** Task statement **
Figure out how many lines of the material below contain the word "first". Answer with the number only.

** Stored data **
○ ○ ○ ○ ○ ○ ○
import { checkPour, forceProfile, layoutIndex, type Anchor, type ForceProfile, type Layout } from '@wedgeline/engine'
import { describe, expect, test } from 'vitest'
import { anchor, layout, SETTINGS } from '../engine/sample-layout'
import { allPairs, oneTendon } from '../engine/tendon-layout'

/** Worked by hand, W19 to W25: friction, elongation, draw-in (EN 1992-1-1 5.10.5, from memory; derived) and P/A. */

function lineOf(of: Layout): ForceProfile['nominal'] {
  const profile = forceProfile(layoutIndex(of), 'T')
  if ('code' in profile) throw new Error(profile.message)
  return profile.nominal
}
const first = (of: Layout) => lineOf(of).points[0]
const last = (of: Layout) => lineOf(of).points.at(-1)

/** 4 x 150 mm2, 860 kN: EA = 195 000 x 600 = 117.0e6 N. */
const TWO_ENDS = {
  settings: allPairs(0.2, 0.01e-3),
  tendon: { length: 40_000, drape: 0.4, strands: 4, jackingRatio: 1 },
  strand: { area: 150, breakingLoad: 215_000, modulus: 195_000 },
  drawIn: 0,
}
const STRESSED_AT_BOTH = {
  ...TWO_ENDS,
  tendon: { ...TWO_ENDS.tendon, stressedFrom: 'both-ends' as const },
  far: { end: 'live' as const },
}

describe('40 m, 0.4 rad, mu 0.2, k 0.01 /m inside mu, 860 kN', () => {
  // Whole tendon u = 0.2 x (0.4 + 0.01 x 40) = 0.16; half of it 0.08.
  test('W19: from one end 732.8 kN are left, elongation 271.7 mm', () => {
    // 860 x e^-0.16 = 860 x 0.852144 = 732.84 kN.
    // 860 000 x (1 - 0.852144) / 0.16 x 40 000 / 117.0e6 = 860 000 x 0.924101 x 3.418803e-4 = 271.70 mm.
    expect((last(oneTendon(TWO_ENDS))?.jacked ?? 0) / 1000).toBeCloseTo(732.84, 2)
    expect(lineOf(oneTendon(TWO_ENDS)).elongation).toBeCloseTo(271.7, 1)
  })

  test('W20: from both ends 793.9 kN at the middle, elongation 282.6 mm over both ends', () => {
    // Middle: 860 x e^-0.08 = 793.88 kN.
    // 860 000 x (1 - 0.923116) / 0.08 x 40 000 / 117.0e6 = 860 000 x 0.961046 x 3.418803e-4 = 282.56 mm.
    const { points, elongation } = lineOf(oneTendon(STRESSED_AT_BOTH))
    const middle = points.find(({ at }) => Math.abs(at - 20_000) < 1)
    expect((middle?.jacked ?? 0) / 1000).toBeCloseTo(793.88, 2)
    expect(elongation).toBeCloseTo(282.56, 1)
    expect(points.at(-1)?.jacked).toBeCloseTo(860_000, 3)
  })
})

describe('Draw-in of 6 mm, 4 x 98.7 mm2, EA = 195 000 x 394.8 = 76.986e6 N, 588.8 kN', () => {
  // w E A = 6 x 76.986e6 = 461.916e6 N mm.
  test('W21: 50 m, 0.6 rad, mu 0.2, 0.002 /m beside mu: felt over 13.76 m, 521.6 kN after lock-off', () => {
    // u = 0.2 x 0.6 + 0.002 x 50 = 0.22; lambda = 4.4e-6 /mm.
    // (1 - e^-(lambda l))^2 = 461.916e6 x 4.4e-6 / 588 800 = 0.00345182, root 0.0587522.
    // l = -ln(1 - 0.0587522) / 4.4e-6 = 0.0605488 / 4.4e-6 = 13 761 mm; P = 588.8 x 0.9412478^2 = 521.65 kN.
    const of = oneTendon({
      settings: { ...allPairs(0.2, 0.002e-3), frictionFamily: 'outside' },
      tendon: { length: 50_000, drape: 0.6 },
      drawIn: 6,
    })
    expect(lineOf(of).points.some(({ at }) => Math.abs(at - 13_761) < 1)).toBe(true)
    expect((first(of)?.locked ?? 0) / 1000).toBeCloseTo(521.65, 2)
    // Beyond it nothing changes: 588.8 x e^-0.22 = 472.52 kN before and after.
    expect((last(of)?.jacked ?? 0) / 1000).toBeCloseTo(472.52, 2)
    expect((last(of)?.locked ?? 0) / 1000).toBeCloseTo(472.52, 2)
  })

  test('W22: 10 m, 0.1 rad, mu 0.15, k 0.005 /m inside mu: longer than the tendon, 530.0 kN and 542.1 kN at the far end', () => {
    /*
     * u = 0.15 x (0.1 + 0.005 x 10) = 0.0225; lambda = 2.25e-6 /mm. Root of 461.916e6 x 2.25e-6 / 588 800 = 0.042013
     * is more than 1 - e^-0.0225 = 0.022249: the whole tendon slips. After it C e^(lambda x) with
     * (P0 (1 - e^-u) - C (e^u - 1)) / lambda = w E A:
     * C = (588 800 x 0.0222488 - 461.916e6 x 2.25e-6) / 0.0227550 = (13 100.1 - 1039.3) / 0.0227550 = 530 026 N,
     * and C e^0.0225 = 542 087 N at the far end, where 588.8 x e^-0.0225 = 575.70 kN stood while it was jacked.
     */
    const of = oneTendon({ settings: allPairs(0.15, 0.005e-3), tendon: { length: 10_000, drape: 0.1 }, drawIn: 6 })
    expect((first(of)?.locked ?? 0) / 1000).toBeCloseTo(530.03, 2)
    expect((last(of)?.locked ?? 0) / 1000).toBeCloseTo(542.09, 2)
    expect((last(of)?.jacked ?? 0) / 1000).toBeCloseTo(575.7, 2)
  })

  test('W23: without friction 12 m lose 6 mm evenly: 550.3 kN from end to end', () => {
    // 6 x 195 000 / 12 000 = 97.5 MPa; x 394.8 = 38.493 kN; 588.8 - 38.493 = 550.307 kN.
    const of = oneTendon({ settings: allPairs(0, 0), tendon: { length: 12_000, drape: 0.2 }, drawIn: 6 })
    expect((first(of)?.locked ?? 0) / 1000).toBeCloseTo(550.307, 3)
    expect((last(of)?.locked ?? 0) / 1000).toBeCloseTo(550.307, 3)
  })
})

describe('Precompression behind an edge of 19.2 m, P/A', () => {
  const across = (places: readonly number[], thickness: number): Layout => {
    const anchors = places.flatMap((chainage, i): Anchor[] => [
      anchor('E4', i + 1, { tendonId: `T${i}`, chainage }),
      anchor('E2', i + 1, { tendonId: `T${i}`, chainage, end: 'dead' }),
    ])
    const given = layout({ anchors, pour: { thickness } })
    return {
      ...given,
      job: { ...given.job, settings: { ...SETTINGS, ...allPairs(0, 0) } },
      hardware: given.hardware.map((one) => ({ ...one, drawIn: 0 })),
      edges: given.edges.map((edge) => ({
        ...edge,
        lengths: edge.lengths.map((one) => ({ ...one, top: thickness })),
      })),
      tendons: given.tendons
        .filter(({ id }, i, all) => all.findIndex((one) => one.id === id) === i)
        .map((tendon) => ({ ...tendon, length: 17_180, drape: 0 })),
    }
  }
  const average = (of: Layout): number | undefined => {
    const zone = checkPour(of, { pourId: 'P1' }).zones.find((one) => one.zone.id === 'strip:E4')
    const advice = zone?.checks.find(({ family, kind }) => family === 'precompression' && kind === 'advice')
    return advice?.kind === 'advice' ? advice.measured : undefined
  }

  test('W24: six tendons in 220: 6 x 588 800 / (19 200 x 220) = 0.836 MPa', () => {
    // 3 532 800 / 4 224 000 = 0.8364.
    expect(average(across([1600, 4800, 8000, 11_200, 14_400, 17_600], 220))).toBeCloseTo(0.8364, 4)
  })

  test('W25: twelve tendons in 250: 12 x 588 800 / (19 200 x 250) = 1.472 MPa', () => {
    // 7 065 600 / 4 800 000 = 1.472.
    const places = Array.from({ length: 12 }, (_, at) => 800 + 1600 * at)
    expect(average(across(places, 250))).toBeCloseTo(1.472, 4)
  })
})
○ ○ ○ ○ ○ ○ ○
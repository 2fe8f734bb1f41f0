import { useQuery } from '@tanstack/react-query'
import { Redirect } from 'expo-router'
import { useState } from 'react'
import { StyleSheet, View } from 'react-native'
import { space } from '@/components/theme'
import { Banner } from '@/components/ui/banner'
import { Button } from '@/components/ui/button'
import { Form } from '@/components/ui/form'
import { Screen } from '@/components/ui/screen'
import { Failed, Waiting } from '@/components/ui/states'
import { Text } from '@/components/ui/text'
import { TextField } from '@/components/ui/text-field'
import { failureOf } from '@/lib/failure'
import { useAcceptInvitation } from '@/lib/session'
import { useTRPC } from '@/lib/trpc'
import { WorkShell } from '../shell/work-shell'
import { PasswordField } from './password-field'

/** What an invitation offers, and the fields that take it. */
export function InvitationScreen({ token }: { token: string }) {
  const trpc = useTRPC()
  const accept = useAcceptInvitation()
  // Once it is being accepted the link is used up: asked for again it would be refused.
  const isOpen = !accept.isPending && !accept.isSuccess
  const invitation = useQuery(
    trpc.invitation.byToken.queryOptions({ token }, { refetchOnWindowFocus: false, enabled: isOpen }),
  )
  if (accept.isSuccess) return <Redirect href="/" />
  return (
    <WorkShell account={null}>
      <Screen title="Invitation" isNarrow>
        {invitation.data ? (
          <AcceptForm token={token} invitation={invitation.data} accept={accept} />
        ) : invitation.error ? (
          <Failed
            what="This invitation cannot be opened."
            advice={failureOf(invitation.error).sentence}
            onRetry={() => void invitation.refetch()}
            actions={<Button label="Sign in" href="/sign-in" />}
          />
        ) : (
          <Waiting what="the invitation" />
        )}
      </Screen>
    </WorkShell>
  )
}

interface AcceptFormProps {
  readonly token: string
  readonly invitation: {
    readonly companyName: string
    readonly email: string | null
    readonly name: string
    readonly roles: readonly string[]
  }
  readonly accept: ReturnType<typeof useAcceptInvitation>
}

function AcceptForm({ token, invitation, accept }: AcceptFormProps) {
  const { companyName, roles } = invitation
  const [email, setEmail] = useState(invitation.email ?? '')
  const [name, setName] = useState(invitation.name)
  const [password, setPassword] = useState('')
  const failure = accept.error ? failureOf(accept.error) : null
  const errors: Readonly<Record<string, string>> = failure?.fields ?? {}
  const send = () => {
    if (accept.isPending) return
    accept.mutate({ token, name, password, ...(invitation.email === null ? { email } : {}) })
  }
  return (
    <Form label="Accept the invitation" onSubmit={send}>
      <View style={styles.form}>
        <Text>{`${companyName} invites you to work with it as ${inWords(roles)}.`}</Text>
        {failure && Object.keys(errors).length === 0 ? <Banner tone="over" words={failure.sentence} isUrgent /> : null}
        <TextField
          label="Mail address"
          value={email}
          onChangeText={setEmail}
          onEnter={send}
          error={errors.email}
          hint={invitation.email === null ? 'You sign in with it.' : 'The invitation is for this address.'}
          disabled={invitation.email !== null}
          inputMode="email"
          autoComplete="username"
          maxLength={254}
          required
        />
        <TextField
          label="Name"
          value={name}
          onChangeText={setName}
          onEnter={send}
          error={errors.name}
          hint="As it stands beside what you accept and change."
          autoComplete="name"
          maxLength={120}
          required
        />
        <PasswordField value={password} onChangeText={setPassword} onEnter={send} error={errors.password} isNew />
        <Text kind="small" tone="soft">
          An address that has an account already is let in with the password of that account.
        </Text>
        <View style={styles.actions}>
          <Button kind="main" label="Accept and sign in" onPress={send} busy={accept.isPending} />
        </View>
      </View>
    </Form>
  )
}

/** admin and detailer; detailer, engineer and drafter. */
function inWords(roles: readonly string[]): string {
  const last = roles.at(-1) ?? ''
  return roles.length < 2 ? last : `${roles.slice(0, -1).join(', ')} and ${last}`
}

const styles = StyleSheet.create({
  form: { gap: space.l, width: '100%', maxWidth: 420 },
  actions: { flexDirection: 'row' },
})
○ ○ ○ ○ ○ ○ ○
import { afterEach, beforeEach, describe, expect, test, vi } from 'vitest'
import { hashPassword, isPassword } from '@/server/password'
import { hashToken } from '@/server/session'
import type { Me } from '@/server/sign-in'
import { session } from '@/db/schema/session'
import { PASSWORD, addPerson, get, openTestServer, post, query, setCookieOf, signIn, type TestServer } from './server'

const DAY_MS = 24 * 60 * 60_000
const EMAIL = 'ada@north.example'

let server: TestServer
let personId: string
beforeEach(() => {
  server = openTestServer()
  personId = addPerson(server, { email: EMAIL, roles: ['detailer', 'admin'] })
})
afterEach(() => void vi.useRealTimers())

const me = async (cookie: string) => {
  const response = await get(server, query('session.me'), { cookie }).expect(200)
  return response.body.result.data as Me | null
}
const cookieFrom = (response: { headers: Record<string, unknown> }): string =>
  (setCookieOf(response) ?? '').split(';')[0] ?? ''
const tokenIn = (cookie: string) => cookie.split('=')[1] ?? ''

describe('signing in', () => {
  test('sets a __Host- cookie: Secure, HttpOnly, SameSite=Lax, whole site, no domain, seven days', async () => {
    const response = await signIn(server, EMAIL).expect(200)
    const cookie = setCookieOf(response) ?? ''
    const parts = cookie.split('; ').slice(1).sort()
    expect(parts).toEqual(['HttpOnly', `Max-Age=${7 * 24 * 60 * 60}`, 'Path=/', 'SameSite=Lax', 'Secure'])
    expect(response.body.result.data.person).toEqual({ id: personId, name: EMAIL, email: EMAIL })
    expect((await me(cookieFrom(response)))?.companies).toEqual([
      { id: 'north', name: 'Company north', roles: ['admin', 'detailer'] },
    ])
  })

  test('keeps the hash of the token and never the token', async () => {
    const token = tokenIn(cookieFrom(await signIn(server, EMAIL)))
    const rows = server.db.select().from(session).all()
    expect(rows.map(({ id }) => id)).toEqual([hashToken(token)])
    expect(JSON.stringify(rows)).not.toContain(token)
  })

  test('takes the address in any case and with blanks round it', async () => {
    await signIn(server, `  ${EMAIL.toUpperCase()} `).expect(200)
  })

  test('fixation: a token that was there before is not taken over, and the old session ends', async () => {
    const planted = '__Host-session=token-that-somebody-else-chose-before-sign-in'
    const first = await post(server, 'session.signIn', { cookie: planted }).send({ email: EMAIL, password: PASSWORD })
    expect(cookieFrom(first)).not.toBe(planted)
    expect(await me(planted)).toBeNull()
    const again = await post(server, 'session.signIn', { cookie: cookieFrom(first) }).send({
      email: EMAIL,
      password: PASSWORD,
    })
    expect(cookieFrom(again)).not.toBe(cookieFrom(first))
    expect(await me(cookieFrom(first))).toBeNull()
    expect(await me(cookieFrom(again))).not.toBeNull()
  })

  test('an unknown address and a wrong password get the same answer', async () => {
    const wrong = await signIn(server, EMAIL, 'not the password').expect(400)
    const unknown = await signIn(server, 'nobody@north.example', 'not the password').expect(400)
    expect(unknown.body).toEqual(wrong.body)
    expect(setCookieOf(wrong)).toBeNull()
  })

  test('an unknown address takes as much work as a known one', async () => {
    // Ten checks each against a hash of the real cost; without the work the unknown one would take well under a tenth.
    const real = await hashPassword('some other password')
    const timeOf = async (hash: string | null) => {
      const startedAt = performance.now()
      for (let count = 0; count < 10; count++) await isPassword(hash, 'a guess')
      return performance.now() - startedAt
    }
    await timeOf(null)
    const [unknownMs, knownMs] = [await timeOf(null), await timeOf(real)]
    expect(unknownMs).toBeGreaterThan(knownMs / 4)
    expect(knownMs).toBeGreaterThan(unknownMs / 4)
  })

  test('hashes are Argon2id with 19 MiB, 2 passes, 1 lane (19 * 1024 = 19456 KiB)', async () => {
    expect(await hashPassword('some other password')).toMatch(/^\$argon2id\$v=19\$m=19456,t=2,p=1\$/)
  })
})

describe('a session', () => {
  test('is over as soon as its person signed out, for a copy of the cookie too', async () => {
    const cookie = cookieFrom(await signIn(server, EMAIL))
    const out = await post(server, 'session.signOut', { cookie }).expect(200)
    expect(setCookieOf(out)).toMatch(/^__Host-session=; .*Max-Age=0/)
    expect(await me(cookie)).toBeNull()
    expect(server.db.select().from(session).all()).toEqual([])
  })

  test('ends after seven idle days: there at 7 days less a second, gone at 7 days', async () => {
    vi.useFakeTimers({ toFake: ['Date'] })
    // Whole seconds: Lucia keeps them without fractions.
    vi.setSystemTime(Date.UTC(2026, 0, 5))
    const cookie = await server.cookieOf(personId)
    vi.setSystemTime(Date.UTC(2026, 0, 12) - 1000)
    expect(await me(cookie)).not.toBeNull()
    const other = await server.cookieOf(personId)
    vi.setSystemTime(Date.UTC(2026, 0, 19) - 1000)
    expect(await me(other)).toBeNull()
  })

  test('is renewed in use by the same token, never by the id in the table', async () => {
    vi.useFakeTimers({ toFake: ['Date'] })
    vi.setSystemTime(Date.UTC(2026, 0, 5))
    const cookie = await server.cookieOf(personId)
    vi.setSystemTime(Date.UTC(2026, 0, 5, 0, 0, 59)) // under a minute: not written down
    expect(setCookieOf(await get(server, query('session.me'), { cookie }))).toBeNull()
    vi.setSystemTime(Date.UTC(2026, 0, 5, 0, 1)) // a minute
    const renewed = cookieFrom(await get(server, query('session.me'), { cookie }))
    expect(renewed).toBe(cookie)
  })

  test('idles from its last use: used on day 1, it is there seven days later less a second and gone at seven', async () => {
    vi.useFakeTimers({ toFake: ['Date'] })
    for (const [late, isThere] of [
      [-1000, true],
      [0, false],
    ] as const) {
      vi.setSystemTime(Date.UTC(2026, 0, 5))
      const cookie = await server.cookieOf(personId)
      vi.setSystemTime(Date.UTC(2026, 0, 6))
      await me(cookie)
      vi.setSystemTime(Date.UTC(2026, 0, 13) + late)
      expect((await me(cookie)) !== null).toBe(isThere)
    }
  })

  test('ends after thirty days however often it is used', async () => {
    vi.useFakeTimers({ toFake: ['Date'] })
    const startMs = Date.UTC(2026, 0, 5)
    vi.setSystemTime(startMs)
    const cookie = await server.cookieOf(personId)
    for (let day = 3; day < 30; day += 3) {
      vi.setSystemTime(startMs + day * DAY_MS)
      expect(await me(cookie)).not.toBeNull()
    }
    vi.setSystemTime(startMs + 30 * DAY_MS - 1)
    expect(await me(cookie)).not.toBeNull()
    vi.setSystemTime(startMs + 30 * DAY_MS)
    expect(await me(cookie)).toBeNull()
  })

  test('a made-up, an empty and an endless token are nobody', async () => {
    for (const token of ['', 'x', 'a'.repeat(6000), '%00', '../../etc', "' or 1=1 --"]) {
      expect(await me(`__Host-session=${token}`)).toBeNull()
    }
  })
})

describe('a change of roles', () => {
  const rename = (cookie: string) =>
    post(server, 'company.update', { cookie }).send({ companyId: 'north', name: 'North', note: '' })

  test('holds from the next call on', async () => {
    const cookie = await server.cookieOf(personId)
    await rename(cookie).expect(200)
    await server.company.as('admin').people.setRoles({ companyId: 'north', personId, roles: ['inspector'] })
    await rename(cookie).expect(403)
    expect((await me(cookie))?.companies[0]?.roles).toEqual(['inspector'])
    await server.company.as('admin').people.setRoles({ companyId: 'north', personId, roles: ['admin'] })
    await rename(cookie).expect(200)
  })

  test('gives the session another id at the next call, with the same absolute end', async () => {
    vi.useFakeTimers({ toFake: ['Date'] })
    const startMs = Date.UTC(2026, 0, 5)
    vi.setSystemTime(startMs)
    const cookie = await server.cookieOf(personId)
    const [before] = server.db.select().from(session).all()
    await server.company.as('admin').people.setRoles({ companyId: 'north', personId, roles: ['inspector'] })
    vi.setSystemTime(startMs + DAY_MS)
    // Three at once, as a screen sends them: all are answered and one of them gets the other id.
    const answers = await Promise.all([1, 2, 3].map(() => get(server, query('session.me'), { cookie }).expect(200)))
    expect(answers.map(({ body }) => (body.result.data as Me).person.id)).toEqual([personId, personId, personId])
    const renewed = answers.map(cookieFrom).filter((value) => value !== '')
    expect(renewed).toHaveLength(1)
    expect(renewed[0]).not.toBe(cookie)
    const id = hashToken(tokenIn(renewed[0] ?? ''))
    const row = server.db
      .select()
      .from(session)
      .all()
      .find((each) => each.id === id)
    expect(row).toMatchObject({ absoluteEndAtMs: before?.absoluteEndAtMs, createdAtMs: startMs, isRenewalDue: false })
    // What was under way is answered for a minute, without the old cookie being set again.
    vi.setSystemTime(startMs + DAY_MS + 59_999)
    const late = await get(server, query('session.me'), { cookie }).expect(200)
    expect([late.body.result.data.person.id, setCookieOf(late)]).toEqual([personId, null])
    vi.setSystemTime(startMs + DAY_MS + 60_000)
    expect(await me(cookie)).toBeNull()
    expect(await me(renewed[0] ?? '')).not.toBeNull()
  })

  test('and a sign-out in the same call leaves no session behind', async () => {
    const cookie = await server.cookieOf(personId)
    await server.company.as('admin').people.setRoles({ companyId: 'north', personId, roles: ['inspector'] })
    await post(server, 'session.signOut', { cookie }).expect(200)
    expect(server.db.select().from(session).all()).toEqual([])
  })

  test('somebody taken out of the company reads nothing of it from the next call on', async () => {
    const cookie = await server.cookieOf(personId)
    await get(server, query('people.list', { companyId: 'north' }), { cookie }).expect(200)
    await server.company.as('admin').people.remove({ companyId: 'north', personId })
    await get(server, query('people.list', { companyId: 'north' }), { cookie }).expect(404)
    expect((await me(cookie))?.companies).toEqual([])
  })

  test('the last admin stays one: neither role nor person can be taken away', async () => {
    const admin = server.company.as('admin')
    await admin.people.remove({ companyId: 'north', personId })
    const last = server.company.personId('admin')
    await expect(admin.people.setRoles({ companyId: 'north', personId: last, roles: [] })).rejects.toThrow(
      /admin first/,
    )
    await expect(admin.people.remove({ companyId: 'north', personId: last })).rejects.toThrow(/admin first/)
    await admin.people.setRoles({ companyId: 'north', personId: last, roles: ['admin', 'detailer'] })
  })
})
○ ○ ○ ○ ○ ○ ○
** Task output **
11